Eventually, I looked at her, lying on the ground. At the broken new model, and at the young woman lying beside it.

Our positions were reversed this time, but I had a definite sense of déjà vu.

“Sorry for the wait, human.”

So when she was done adjusting her power levels and tried to sit up, I extended a hand.

“Are you hurt, miss?”

She looked at my hand curiously and said, “Thank you.”

Then, not too gently and not too forcefully, but with the perfect touch, she took my hand and told me, “I owe you a great debt.”

My goodness, what a dilemma.

“Didn’t you know? I feel the same way about you.”

The days went on and on.

The night of the fifth day—

I greeted the end of the day from atop my bedroll, as always.

“We’re done—”

After five days, we had collected most of the spare parts for Halverie’s body. She had just finished assembling the final part, and she set it down on the table with a thunk.

“…What part of you does that fit into?”

The part was a perfectly round lump of inorganic matter about the size of a fist. It was obviously meant to fit inside her somewhere.

“Right here.” She pointed to her chest. “Once I change this out, all of my parts will have been replaced.”

She had told me something when we first met.

“—I can do it if I cease to be myself.”

If she could do that, she might be able to get out of the waste disposal facility.

“Are you going to swap it out right now?”

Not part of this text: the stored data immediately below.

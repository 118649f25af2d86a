import { asc, isNull } from 'drizzle-orm';
import { quantityBook } from '~/domain/bench/quantities';
import type { QuantityBook } from '~/domain/bench/quantities';
import { quantitySchema } from '~/schemas/bench-definitions';
import type { Reader } from '~/server/db/client';
import { quantityRevisions } from '~/server/db/schema';

/** All quantities of the works: those that ship and its own. */
export async function listQuantities(reader: Reader): Promise<QuantityBook> {
  const rows = await reader
    .select({ definition: quantityRevisions.definition })
    .from(quantityRevisions)
    .where(isNull(quantityRevisions.retiredAt))
    .orderBy(asc(quantityRevisions.key));
  return quantityBook(rows.map(({ definition }) => quantitySchema.parse(definition)));
}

I sat up in bed and looked at her, but Halverie slowly shook her head. “No. Right now, I want to read. Let’s work on it tomorrow morning.”

She sat down in her shabby-looking chair and smiled. I guess it was her usual habit. Whenever I looked over at her before going to sleep, she always had a book open.

“Is that book any good?”

In her hands was a familiar book. I had also read it previously. It was a book I had found in a mountain of rubbish on the day I arrived at the waste disposal facility, and I had recommended it to her.

I was happy to see she was interested in reading it, but—

“I only just started reading it, so I don’t know.”

She shook her head.

She had only turned the first few pages of the book in her hands. The story was just beginning.

“Oh really?”

Well then, certainly you wouldn’t know, would you?

“I can’t wait to hear what you think about it.”

Well then, good night. I pulled the covers up and closed my eyes.

It was the same scene as always.

Always the same scene, never changing.

Ever since I had arrived, Halverie had been reading the same book, and never made it past the beginning.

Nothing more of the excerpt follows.